Write out, from the entries below, exactly the lines that run between the lines holding "if (!in) return index;" and "if (!sets.is_array() ||", inclusive, and stop there.

(Collected data)
# # # # # # #
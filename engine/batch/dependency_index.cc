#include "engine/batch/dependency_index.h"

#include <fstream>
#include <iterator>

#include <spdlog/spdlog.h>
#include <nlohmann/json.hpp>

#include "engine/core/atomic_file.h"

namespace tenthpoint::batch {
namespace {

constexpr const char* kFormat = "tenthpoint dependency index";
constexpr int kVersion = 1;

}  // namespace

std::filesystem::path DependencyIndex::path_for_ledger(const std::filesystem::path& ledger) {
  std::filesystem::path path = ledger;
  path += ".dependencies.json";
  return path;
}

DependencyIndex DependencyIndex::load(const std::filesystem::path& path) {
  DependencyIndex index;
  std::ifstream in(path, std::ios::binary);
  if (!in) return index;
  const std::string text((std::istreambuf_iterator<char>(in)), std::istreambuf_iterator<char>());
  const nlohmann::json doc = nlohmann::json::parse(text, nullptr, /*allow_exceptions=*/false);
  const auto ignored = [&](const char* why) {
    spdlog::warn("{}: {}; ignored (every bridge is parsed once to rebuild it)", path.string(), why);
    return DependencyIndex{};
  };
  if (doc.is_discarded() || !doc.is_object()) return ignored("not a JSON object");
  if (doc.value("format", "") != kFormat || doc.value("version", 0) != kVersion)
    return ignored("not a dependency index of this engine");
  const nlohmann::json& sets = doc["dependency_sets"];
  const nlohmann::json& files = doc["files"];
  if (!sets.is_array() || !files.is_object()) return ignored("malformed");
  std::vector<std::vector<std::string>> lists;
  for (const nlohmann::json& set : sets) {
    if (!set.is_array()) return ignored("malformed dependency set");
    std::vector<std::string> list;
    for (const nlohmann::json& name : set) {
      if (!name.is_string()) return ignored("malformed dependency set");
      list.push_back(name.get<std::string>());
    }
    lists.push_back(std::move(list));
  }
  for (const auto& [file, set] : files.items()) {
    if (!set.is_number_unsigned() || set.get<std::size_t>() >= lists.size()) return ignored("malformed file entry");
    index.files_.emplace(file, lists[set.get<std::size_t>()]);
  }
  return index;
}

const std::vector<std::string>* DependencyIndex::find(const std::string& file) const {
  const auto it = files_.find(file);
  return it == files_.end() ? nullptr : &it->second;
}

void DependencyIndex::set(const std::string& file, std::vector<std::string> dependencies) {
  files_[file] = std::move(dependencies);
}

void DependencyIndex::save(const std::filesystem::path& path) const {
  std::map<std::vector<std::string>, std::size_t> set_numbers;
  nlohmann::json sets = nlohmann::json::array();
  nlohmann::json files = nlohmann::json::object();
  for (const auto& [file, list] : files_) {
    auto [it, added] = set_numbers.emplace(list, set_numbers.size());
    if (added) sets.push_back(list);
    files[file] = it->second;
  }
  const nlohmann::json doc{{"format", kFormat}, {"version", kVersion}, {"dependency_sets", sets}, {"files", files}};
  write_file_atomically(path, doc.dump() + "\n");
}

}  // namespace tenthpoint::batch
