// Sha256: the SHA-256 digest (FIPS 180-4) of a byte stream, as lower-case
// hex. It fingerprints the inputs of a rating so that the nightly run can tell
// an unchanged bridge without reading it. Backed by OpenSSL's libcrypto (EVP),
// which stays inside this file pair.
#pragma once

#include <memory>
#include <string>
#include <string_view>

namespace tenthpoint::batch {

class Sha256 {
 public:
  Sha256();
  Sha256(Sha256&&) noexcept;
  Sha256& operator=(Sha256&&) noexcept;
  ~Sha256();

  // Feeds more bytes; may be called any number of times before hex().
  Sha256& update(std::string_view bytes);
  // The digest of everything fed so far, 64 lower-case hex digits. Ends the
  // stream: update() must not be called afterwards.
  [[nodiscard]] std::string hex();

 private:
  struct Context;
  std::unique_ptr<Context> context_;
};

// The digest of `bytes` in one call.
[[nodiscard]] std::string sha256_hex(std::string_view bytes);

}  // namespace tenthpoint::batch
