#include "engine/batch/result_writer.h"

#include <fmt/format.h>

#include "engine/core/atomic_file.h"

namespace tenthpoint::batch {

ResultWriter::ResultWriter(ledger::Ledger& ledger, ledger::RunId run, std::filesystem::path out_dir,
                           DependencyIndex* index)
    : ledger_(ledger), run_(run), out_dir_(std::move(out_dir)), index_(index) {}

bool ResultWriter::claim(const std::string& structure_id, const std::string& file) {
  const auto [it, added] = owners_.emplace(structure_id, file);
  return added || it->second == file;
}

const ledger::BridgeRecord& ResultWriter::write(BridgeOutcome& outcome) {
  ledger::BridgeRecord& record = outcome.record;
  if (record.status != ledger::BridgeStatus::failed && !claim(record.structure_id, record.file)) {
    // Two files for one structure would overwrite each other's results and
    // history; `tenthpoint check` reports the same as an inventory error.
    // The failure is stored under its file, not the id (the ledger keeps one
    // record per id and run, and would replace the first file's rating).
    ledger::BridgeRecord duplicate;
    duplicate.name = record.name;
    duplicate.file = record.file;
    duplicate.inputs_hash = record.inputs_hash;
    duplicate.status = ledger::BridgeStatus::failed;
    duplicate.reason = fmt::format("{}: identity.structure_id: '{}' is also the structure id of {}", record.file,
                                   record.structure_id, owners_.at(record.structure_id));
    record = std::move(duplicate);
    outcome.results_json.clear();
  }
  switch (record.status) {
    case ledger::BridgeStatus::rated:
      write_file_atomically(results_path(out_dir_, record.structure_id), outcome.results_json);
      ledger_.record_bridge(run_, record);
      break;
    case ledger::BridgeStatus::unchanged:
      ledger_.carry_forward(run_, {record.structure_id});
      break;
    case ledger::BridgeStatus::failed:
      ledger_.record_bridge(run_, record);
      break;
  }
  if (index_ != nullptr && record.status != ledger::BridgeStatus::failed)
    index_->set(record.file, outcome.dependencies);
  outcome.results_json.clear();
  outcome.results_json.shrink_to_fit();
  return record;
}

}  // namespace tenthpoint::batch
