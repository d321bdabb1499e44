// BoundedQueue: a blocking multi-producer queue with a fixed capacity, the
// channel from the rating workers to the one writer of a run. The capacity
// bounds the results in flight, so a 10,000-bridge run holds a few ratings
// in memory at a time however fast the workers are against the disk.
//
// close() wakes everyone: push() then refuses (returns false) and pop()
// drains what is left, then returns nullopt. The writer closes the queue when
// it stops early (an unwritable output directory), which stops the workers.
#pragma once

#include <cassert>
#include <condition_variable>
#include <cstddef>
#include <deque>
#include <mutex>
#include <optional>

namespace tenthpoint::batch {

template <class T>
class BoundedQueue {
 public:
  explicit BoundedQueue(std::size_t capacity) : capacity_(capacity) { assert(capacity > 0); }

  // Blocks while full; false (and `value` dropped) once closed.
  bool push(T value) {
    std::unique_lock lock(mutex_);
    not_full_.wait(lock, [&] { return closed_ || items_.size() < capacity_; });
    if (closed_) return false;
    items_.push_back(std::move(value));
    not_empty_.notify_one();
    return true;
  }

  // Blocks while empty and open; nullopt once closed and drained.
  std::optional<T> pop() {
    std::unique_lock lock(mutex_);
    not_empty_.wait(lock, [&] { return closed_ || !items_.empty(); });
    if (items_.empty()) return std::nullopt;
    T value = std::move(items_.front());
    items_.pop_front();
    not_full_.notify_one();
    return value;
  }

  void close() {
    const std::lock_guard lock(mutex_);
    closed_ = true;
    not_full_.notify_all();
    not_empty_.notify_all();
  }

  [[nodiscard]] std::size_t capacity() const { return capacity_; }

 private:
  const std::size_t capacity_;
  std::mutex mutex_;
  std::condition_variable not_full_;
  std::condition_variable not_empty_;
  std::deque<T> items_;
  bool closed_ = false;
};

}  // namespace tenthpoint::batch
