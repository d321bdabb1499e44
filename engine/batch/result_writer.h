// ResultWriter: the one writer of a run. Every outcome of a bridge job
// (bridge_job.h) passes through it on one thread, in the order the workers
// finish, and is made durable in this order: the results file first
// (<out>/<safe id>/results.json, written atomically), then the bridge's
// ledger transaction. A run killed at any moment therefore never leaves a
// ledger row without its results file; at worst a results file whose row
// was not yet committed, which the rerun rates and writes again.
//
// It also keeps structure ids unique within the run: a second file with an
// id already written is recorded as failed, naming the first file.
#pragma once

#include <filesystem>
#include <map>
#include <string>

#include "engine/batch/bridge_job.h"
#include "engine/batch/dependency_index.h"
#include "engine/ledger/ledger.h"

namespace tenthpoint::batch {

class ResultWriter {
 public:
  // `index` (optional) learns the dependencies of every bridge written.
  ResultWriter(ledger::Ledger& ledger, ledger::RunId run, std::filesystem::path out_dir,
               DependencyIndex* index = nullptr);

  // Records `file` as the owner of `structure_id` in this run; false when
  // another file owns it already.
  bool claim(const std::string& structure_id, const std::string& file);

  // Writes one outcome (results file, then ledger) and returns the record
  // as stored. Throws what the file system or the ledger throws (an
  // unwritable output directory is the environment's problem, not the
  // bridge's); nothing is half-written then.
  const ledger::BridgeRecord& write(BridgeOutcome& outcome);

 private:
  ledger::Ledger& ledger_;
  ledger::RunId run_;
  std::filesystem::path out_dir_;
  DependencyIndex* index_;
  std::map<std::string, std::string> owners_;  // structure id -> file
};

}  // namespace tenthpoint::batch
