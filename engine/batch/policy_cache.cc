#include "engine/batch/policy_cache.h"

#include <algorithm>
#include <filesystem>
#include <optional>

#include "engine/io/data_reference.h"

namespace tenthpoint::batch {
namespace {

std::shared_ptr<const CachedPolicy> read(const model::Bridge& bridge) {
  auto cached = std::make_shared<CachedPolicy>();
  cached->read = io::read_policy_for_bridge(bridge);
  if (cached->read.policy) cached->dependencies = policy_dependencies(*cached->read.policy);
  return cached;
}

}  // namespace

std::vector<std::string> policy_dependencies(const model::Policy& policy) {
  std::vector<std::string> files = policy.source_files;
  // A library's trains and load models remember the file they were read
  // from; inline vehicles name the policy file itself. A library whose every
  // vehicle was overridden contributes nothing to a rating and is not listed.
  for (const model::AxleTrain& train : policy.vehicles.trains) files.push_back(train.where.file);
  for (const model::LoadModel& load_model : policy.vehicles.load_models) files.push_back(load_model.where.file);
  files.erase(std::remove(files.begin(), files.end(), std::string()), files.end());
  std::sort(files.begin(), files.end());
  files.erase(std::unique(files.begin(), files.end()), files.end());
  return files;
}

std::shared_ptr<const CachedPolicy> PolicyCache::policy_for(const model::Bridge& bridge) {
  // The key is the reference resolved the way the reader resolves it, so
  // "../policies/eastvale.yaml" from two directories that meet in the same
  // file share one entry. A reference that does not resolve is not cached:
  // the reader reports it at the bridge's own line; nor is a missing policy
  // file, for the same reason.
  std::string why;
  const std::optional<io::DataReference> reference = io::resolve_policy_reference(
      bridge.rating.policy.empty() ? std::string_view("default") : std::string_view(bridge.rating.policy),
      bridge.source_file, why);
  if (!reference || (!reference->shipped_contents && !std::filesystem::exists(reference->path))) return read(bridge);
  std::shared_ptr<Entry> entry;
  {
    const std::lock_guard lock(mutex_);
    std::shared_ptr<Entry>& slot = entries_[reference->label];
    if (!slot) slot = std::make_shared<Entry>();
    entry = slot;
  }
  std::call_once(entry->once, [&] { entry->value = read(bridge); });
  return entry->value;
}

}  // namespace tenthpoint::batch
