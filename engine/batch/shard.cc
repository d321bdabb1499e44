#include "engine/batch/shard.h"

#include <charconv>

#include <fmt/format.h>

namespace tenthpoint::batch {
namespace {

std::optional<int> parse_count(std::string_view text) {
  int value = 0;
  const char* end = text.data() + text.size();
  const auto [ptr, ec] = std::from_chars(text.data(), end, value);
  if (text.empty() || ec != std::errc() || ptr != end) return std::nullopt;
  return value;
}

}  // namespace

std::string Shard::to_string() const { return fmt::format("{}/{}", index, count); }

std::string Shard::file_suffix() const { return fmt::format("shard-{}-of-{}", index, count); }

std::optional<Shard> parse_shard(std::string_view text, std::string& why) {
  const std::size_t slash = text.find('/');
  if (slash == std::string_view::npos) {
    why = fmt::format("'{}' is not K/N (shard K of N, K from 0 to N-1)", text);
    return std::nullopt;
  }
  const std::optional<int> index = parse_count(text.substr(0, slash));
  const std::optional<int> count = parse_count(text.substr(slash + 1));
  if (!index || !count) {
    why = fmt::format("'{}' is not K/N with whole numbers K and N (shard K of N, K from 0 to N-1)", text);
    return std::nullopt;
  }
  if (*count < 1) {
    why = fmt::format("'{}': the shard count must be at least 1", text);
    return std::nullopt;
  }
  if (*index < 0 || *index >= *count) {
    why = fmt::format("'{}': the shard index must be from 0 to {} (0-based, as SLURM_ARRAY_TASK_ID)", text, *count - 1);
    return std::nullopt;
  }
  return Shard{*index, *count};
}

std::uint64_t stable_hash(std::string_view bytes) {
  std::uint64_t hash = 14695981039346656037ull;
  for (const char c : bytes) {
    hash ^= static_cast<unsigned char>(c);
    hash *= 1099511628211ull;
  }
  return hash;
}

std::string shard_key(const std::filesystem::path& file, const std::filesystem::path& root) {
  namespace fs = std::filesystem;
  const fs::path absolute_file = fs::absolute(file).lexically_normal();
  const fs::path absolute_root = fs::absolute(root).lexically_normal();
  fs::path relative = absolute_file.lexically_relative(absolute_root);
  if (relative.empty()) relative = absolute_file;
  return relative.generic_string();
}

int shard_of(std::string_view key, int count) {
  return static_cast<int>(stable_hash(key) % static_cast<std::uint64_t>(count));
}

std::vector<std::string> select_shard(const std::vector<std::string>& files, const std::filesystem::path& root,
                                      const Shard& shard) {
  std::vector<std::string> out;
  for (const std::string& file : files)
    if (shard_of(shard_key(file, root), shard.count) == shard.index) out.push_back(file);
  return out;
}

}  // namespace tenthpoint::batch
# # # # # # #
ANSWER BOX:
  if (!in) return index;
  const std::string text((std::istreambuf_iterator<char>(in)), std::istreambuf_iterator<char>());
  const nlohmann::json doc = nlohmann::json::parse(text, nullptr, /*allow_exceptions=*/false);
  const auto ignored = [&](const char* why) {
    spdlog::warn("{}: {}; ignored (every bridge is parsed once to rebuild it)", path.string(), why);
    return DependencyIndex{};
  };
  if (doc.is_discarded() || !doc.is_object()) return ignored("not a JSON object");
  if (doc.value("format", "") != kFormat || doc.value("version", 0) != kVersion)
    return ignored("not a dependency index of this engine");
  const nlohmann::json& sets = doc["dependency_sets"];
  const nlohmann::json& files = doc["files"];
  if (!sets.is_array() || !files.is_object()) return ignored("malformed");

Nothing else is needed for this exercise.